Valley Wide Signs & Graphics in Allentown, Pa., owned by Steve Gingras, used MACtac’s RoughRap WW100 for this interesting phone booth graphic on a cinder block wall.
“Generally, this type of vinyl has a tackier adhesive, which usually makes the product less stable and more prone to shrinkage,” Daize explains. “Most wall wrap media is installed with a foam roller after heat is applied to the vinyl.”
Before applying the rough surface-ready vinyl, you should take special care to prepare the surface. Sometimes, Daize says, a sealer or paint may be needed if the exterior is susceptible to dampness or has a loose surface, but usually, you can simply brush the surface to remove loose debris and then apply the vinyl.
In some cases, the surface is first power washed before the rough surface-ready vinyl is applied, which ensures there is no debris, Metnick says. However, if you choose to go this route, be sure to let the surface completely dry.
“You don’t want moisture trapped underneath it, trying to dry out,” Metnick says. “It will build the bond better with a completely dry surface.”
Like with any wrap, before applying vinyl for hard-to-stick surfaces be sure the surface is free of debris and completely dry. Photo courtesy of Avery Dennison.

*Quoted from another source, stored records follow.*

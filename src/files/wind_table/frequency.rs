//! Sector × speed-class tables: finding the classes in a header, and reading the cells.

use crate::ground::{WindRecord, WindSample};

use super::WindFileError;
use super::import::{SpeedClass, WindImport};
use super::number::{Cell, cell, sector};
use super::read::oriented;
use super::text::for_each_row;

/// Reads a table: each cell above 0 becomes a sample at the middle of its class. Frequencies that
/// add to less than 1, or than 100, are shares or percents of all time: what is missing is calm.
pub(super) fn read(
    text: &str,
    import: &WindImport,
    sector_column: usize,
    classes: &[SpeedClass],
) -> Result<WindRecord, WindFileError> {
    if let Some(bad) = classes.iter().find(|c| !(c.low >= 0.0 && c.high > c.low && c.high.is_finite())) {
        return Err(WindFileError::SpeedClass { low: bad.low, high: bad.high });
    }
    let wanted = classes.iter().map(|c| c.column).chain([sector_column]).max().unwrap_or(0);
    let decimal_comma = import.delimiter != ',';
    let unit = import.speed_unit.metres_per_second();
    let mut samples = Vec::new();
    let mut failure = None;
    for_each_row(text, import.delimiter, import.header_lines, |line, cells| {
        if cells.len() <= wanted {
            failure = Some(WindFileError::MissingColumn { line, wanted: wanted + 1, found: cells.len() });
            return false;
        }
        let name = cells[sector_column];
        let lower = name.to_lowercase();
        if ["total", "sum", "all", "mean"].iter().any(|w| lower.starts_with(w)) {
            return true;
        }
        let calm = lower.starts_with("calm");
        let from = sector(name, decimal_comma).map(|deg| oriented(deg, import.direction));
        if from.is_none() && !calm {
            failure = Some(WindFileError::NotASector { line, cell: name.chars().take(40).collect() });
            return false;
        }
        for class in classes {
            match cell(cells[class.column], decimal_comma) {
                Cell::Number(weight) if weight > 0.0 => {
                    let speed = if calm { 0.0 } else { 0.5 * (class.low + class.high) * unit };
                    samples.push(WindSample { line, time: None, speed: Some(speed), from, weight });
                }
                Cell::Number(_) | Cell::Absent => {}
                Cell::Text => {
                    let cell = cells[class.column].chars().take(40).collect();
                    failure = Some(WindFileError::NotNumbers {
                        column: class.column + 1,
                        line,
                        cell,
                        count: 1,
                        rows: 1,
                    });
                    return false;
                }
            }
        }
        true
    });
    match failure {
        Some(error) => Err(error),
        None if samples.is_empty() => Err(WindFileError::Empty { needed: 1 }),
        None => {
            samples.extend(unlisted_calm(&samples));
            Ok(WindRecord { samples, is_table: true, gusts: Vec::new() })
        }
    }
}

/// The time a table of shares or percents does not list; `None` for counts and full tables.
fn unlisted_calm(samples: &[WindSample]) -> Option<WindSample> {
    let listed: f64 = samples.iter().map(|s| s.weight).sum();
    let whole = if listed <= 1.005 { 1.0 } else { 100.0 };
    let weight = whole - listed;
    // Half a percent is rounding.
    (weight > 0.005 * whole).then(|| WindSample {
        line: samples.last().map_or(0, |s| s.line),
        time: None,
        speed: Some(0.0),
        from: None,
        weight,
    })
}

/// The speed classes named in the cells of a header row, with the columns they head. An open
/// class (`> 40`) is given the width of the one before it.
pub(super) fn classes(header: &[String]) -> Vec<SpeedClass> {
    let mut found: Vec<SpeedClass> = Vec::new();
    for (column, name) in header.iter().enumerate() {
        let open = name.contains(['>', '≥', '+']) || name.to_lowercase().contains("over");
        let class = match bounds(name)[..] {
            [low, high] if high > low => Some((low, high)),
            [low] if open => found.last().map(|c| (low, low + c.high - c.low)),
            [high] if name.contains(['<', '≤']) => Some((0.0, high)),
            _ => None,
        };
        found.extend(class.map(|(low, high)| SpeedClass { column, low, high }));
    }
    found
}

/// The numbers in a class name; `11-16` and `5.0 to 7.5` hold two.
fn bounds(name: &str) -> Vec<f64> {
    name.split(|c: char| !(c.is_ascii_digit() || c == '.'))
        .filter_map(|part| part.parse::<f64>().ok().filter(|v| v.is_finite()))
        .collect()
}

#[cfg(test)]
mod tests {
    use super::*;

    #[test]
    fn class_names_are_read_and_the_open_class_takes_the_width_before() {
        let header: Vec<String> =
            ["From", "< 3", "3–10 kt", "11 to 16", "> 16", "Total"].iter().map(|s| (*s).to_owned()).collect();
        let got: Vec<(usize, f64, f64)> =
            classes(&header).iter().map(|c| (c.column, c.low, c.high)).collect();
        assert_eq!(got, vec![(1, 0.0, 3.0), (2, 3.0, 10.0), (3, 11.0, 16.0), (4, 16.0, 21.0)]);
    }
}
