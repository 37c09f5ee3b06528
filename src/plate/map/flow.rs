//! The trend as a flow texture: noise drawn out along it, in ink on a veil of paper over the raster, plain where it
//! stands clear of the noise and fading to nothing where it does not. Tone alone tells the way; no colour does.

use rayon::prelude::*;

use crate::ground::{Bounds, Grid, LocalFrame, Place, Point, Polygon, Seed, Stopped, Work};
use crate::numeric::streaks::{AxisCell, StreakSettings, Streaks, streaks};
use crate::study::{Node, TrendFinding};

use super::Picture;
use crate::plate::{Rgba, Theme};

/// Half the length of a streak, texels.
const HALF_LENGTH: usize = 16;
/// Texels a cell of the field, at least.
const FINEST_CELL: f64 = 4.0;
/// Width of the kernel that spreads a node, over the distance of nodes, and its reach over its width.
const SPREAD: f64 = 0.55;
const REACH: f64 = 2.2;
/// A cell with this share of the nodes that a full lattice puts round it is fully covered.
const COVERED: f64 = 0.5;
/// Texels between places where the ground's own directions are worked out.
const FRAME_STEP: usize = 32;
/// A veil of paper that calms the raster under the streaks; ink of the darkest and further paper of the lightest.
const VEIL: f32 = 0.45;
const INK: f32 = 0.85;
const PAPER: f32 = 0.3;
/// The noise of every flow texture: it means nothing.
const SEED: Seed = Seed(0x5eed_f10e);

/// A trend field and the ground it belongs to.
#[derive(Clone, Copy, Debug)]
pub struct FlowField<'a> {
    pub nodes: &'a [Node],
    /// The coherence that noise reaches, and the distance of nodes in full-resolution pixels.
    pub coherence_floor: f64,
    pub node_step_px: f64,
    /// Nothing shows outside, full-resolution pixels.
    pub outline: &'a Polygon,
    pub place: &'a Place,
}

impl<'a> FlowField<'a> {
    pub fn of(trend: &'a TrendFinding, outline: &'a Polygon, place: &'a Place) -> Self {
        let (coherence_floor, node_step_px) = (trend.coherence_floor, trend.node_step_px);
        Self { nodes: &trend.nodes, coherence_floor, node_step_px, outline, place }
    }

    /// The nodes that bear on a part of the raster.
    pub fn near(&self, covers: Bounds) -> impl Iterator<Item = &'a Node> {
        let rim = 3.0 * self.node_step_px.max(1.0);
        let within = move |p: Point| {
            (covers.min.x - rim..=covers.max.x + rim).contains(&p.x)
                && (covers.min.y - rim..=covers.max.y + rim).contains(&p.y)
        };
        self.nodes.iter().filter(move |node| within(node.at))
    }
}

/// The texture over `covers` (full-resolution pixels) as `size` texels, clear where nothing shows.
///
/// # Errors
/// [`Stopped`].
pub fn flow(
    field: &FlowField,
    covers: Bounds,
    size: [usize; 2],
    theme: &Theme,
    work: &Work,
) -> Result<Picture, Stopped> {
    let view = View::new(covers, size);
    let step = (0.5 * field.node_step_px * view.scale()).max(FINEST_CELL);
    let cells = cells(field, &view, step, work)?;
    let settings = StreakSettings { size, step, half_length: HALF_LENGTH, origin: view.origin(), seed: SEED };
    let drawn = streaks(&cells, &settings, work)?;
    let outline = field.outline.map(|p| view.texel(p));
    Ok(inked(&drawn, &outline, [theme.over_image, theme.halo]))
}

/// Full-resolution pixels to texels.
struct View {
    covers: Bounds,
    size: [usize; 2],
    /// Texels a pixel, along columns and rows.
    per_pixel: [f64; 2],
}

impl View {
    fn new(covers: Bounds, size: [usize; 2]) -> Self {
        let sides = [covers.width(), covers.height()];
        let per_pixel = [0, 1].map(|i| size[i] as f64 / sides[i].max(f64::MIN_POSITIVE));
        Self { covers, size, per_pixel }
    }

    /// Texels a pixel, the same area.
    fn scale(&self) -> f64 {
        (self.per_pixel[0] * self.per_pixel[1]).sqrt()
    }

    fn texel(&self, pixel: Point) -> Point {
        let (x, y) = (pixel.x - self.covers.min.x, pixel.y - self.covers.min.y);
        Point::new(x * self.per_pixel[0], y * self.per_pixel[1])
    }

    fn pixel(&self, texel: Point) -> Point {
        Point::new(
            self.covers.min.x + texel.x / self.per_pixel[0],
            self.covers.min.y + texel.y / self.per_pixel[1],
        )
    }

    /// The noise lies still on the ground while a picture of one scale moves over it.
    fn origin(&self) -> [i64; 2] {
        let [x, y] = [self.covers.min.x, self.covers.min.y];
        [(x * self.per_pixel[0]).round() as i64, (y * self.per_pixel[1]).round() as i64]
    }
}

/// What nodes add up to at a cell: doubled axes by strength, strength, and number.
#[derive(Clone, Copy, Default)]
struct Heap {
    cos2: f64,
    sin2: f64,
    strength: f64,
    nodes: f64,
}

Depending on the brand of rough surface-ready vinyl, heat may be needed for application, as different manufacturers have varying recommendations. But the brand isn’t the only consideration. The type of weather can also be a reason to use heat, Roba notes, and for the adhesive to take in cold temperatures on porous surfaces, a warmed up vinyl is usually necessary. When applying the heat, Yard offers some advice: “The main challenge is applying enough heat and pressure consistently across the graphic. MACtac recommends that installers use a heat gun or torch to heat the vinyl to about 800 degrees Fahrenheit, and immediately press the vinyl into the texture with a foam roller or similar device.”

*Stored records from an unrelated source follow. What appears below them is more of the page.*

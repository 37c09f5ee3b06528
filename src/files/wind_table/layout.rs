//! The outer shape of a table: delimiter, header lines, number of columns and their names.

use super::WindFileError;
use super::number::{Cell, cell};
use super::text::for_each_row;

/// Rows looked at for the shape.
const LOOKED_AT: usize = 400;

/// Preferred first: a table with `;` may use the comma inside its numbers, never the other way round.
const DELIMITERS: [char; 5] = ['\t', ';', '|', ',', ' '];

pub(super) struct Shape {
    pub delimiter: char,
    pub header_lines: usize,
    pub columns: usize,
    /// One per column; empty where the header names none.
    pub names: Vec<String>,
    /// All text above the data, for hints such as units.
    pub header: String,
}

/// Finds the shape of a table.
///
/// # Errors
/// [`WindFileError::Empty`] when no delimiter makes rows of two or more columns.
pub(super) fn shape(text: &str) -> Result<Shape, WindFileError> {
    let empty = WindFileError::Empty { needed: 1 };
    let mut best: Option<(f64, char, usize)> = None;
    for delimiter in DELIMITERS {
        let rows = rows(text, delimiter);
        let Some((columns, share)) = commonest_width(&rows) else { continue };
        // A later delimiter must be clearly more regular to be preferred.
        if columns >= 2 && best.is_none_or(|(so_far, ..)| share > so_far + 0.1) {
            best = Some((share, delimiter, columns));
        }
    }
    let (_, delimiter, columns) = best.ok_or(empty)?;
    let rows = rows(text, delimiter);
    let first = first_data_row(&rows, columns, delimiter != ',').ok_or(WindFileError::Empty { needed: 1 })?;
    let header_lines = rows[first].0 as usize - 1;
    Ok(Shape {
        delimiter,
        header_lines,
        columns,
        names: names(&rows[..first], columns),
        header: text.lines().take(header_lines).collect::<Vec<_>>().join("\n"),
    })
}

/// The first rows of a file with their line numbers.
pub(super) fn rows(text: &str, delimiter: char) -> Vec<(u32, Vec<String>)> {
    let mut rows = Vec::new();
    for_each_row(text, delimiter, 0, |line, cells| {
        rows.push((line, cells.iter().map(|c| (*c).to_owned()).collect()));
        rows.len() < LOOKED_AT
    });
    rows
}

/// The commonest number of columns and the share of rows that have it.
fn commonest_width(rows: &[(u32, Vec<String>)]) -> Option<(usize, f64)> {
    let widest = rows.iter().map(|(_, cells)| cells.len()).max()?;
    let mut counts = vec![0usize; widest + 1];
    for (_, cells) in rows {
        counts[cells.len()] += 1;
    }
    let (width, count) = counts.iter().enumerate().max_by_key(|&(width, &count)| (count, width))?;
    Some((width, *count as f64 / rows.len() as f64))
}

/// The first row that looks like the body: right width, and numbers where the body has numbers.
fn first_data_row(rows: &[(u32, Vec<String>)], columns: usize, decimal_comma: bool) -> Option<usize> {
    let body: Vec<&[String]> = rows
        .iter()
        .skip(rows.len() / 2)
        .filter(|(_, cells)| cells.len() == columns)
        .map(|(_, cells)| cells.as_slice())
        .collect();
    let is_number = |text: &str| matches!(cell(text, decimal_comma), Cell::Number(_));
    let numeric: Vec<usize> = (0..columns)
        .filter(|&c| {
            let counted = body.iter().filter(|r| cell(&r[c], decimal_comma) != Cell::Absent);
            let (mut all, mut numbers) = (0, 0);
            for row in counted {
                all += 1;
                numbers += usize::from(is_number(&row[c]));
            }
            all > 0 && numbers * 10 >= all * 9
        })
        .collect();
    if numeric.is_empty() {
        return None;
    }
    rows.iter().position(|(_, cells)| {
        let words = |&&c: &&usize| cell(&cells[c], decimal_comma) == Cell::Text;
        cells.len() == columns && 2 * numeric.iter().filter(words).count() < numeric.len().max(1)
    })
}

/// Column names: the header rows of full width, read downwards (a second row often holds units).
fn names(header: &[(u32, Vec<String>)], columns: usize) -> Vec<String> {
    let mut names = vec![String::new(); columns];
    for (_, cells) in header {
        // A comment mark standing alone shifts the names by one.
        let cells = match cells.split_first() {
            Some((mark, rest)) if mark == "#" && rest.len() == columns => rest,
            _ => cells,
        };
        if cells.len() != columns {
            continue;
        }
        for (name, cell) in names.iter_mut().zip(cells) {
            let cell = cell.trim_start_matches('#').trim();
            if !name.is_empty() && !cell.is_empty() {
                name.push(' ');
            }
            name.push_str(cell);
        }
    }
    names
}

#[cfg(test)]
mod tests {
    use super::*;

    #[test]
    fn a_title_line_a_name_line_and_a_unit_line_are_header() {
        let text =
            "Mast at the ford, 1999\ntime;dir;speed\n;deg;km/h\n1;270;3,5\n2;280;4,5\n3;280;4,0\n4;280;4,0\n";
        let shape = shape(text).expect("a table");
        assert_eq!((shape.delimiter, shape.header_lines, shape.columns), (';', 3, 3));
        assert_eq!(shape.names, ["time", "dir deg", "speed km/h"]);
    }

    #[test]
    fn a_table_without_header_has_none() {
        let shape = shape("1 270 3.5\n2 280 4.5\n").expect("a table");
        assert_eq!((shape.delimiter, shape.header_lines), (' ', 0));
        assert!(shape.names.iter().all(String::is_empty));
    }

    #[test]
    fn prose_and_nothing_are_refused() {
        assert!(shape("").is_err());
        assert!(shape("once\nupon\na\ntime\n").is_err());
    }
}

As the rough surface-ready vinyl continues to develop, you can expect more creative applications to come. Just like vehicle wraps have expanded to other applications, Metnick expects to see more creativity from rough surface-ready vinyl.

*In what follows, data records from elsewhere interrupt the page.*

/// Direction 0 means "none" where north is written 360 and 0 comes with calm.
fn zero_direction(speed: &Column, direction: &Column, notes: &mut Notes) -> ZeroDirection {
    let (mut calm, mut windy, mut north) = (0, 0, 0);
    for (speed, direction) in speed.numbers.iter().zip(&direction.numbers) {
        match (speed, direction) {
            (Some(v), Some(0.0)) if *v > 0.0 => windy += 1,
            (_, Some(0.0)) => calm += 1,
            (_, Some(360.0)) => north += 1,
            _ => {}
        }
    }
    if calm > 0 && north > 0 && calm > 9 * windy {
        notes.reasons.push(format!(
            "direction 0 means calm: {calm} of {} zeros come with no wind, and north is written 360 ({north} times)",
            calm + windy
        ));
        return ZeroDirection::NoDirection;
    }
    ZeroDirection::North
}

/// Which of day and month comes first in written dates.
fn day_order(text: &str, shape: &Shape, time: &[usize], notes: &mut Notes) -> bool {
    let [column, rest @ ..] = time else { return false };
    if rest.len() > 1 {
        return false;
    }
    let mut ambiguous = false;
    let mut shown = None;
    for_each_row(text, shape.delimiter, shape.header_lines, |_, cells| {
        if let Some(cell) = cells.get(*column) {
            shown = day_first_shown(cell);
            ambiguous |= cell.contains('/') && cell.find('/').is_some_and(|at| at <= 2);
        }
        shown.is_none()
    });
    match shown {
        Some(day_first) => {
            let order = if day_first { "the day" } else { "the month" };
            notes.reasons.push(format!("dates put {order} first: a number above 12 shows it"));
            day_first
        }
        None => {
            let name = shape.names[*column].to_lowercase();
            if ambiguous && !name.contains("mm/dd") {
                notes.cautions.push(Caution::new(
                    "date-order",
                    "No date shows whether day or month comes first; the month was taken. Please check.",
                ));
            }
            name.contains("dd/mm")
        }
    }
}

#[cfg(test)]
mod tests {
    use super::*;
    use proptest::prelude::*;

    #[test]
    fn a_frequency_table_is_seen_and_read() {
        let text = "from,3-10 kt,11-16 kt,17-21 kt,Total\nN,4,10,0,14\nE,0,0,0,0\nS,1,0,0,1\nW,2,0,5,7\nTotal,7,10,5,22\n";
        let guess = guess_text(text).expect("a table");
        assert_eq!(guess.import.speed_unit, SpeedUnit::Knot);
        let record = super::super::read_text(text, &guess.import).expect("a record");
        assert!(record.is_table);
        // 22 % are listed; the rest of the time is calm.
        assert_eq!(record.samples.iter().map(|s| s.weight).sum::<f64>(), 100.0);
        assert_eq!(record.samples.last().and_then(|s| s.speed), Some(0.0));
        let speed = record.samples[1].speed.expect("a speed");
        crate::assert_close!(speed, 13.5 * 1852.0 / 3600.0, 1e-12, "middle of 11-16 kt");
    }

    #[test]
    fn codes_calms_and_toward_are_seen() {
        let mut text = String::from("date;wind speed (km/h);wind direction toward\n");
        for day in 1..=28 {
            text.push_str(&format!("{day}/2/2013;{};{}\n", 10 + day, 10 * day));
        }
        text.push_str("1/3/2013;0,0;0\n2/3/2013;-999;360\n");
        let guess = guess_text(&text).expect("a table");
        assert_eq!(guess.import.speed_unit, SpeedUnit::KilometrePerHour);
        assert_eq!(guess.import.direction, DirectionSense::Toward);
        assert_eq!(guess.import.missing, vec![-999.0]);
        assert_eq!(guess.import.zero_direction, ZeroDirection::NoDirection);
        assert!(guess.import.day_first);
        let record = super::super::read_text(&text, &guess.import).expect("a record");
        assert_eq!(record.samples[29].speed, None);
        assert_eq!(record.samples[28].from, None);
        crate::assert_close!(
            record.samples[0].from.map_or(0.0, |a| a.deg()),
            190.0,
            1e-12,
            "toward 10 is from 190"
        );
        assert_eq!(record.samples[0].time, Some(1_359_676_800));
    }

    proptest! {
        #[test]
        fn any_text_gives_a_guess_or_a_reason(text in "([0-9]{1,5}|-9999|NA|N|wind|dir|speed|[ ,;/:.T\"\t\r\n-]){0,120}") {
            if let Ok(guess) = guess_text(&text) {
                let outcome = super::super::read_text(&text, &guess.import);
                prop_assert!(outcome.is_err() || !outcome.is_ok_and(|r| r.samples.is_empty()));
            }
        }
    }

    #[test]
    fn nothing_like_wind_is_refused() {
        assert!(matches!(
            guess_text("a,b\n1,-5\n2,-6\n3,-7\n"),
            Err(WindFileError::NoWindColumns { columns: 2 })
        ));
        assert!(guess_text("").is_err());
    }
}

“With the development of vinyls for multi-textured surfaces, building graphics are becoming more popular. Once relegated to windows and other smooth surfaces, now graphics companies can help their customers advertise on a grander scale in a wider range of venues.”
EnviroScape Mural Plus! is the newest product from conVerd Presented by Neschen. It is an FSC-certified media that incorporates 10 percent post-consumer waste.
Most major vinyl manufacturers have a rough surface-ready product, and some have multiple products for more specialized applications. Be sure to ask your distributor or manufacturer’s representative about which vinyl will work best for you.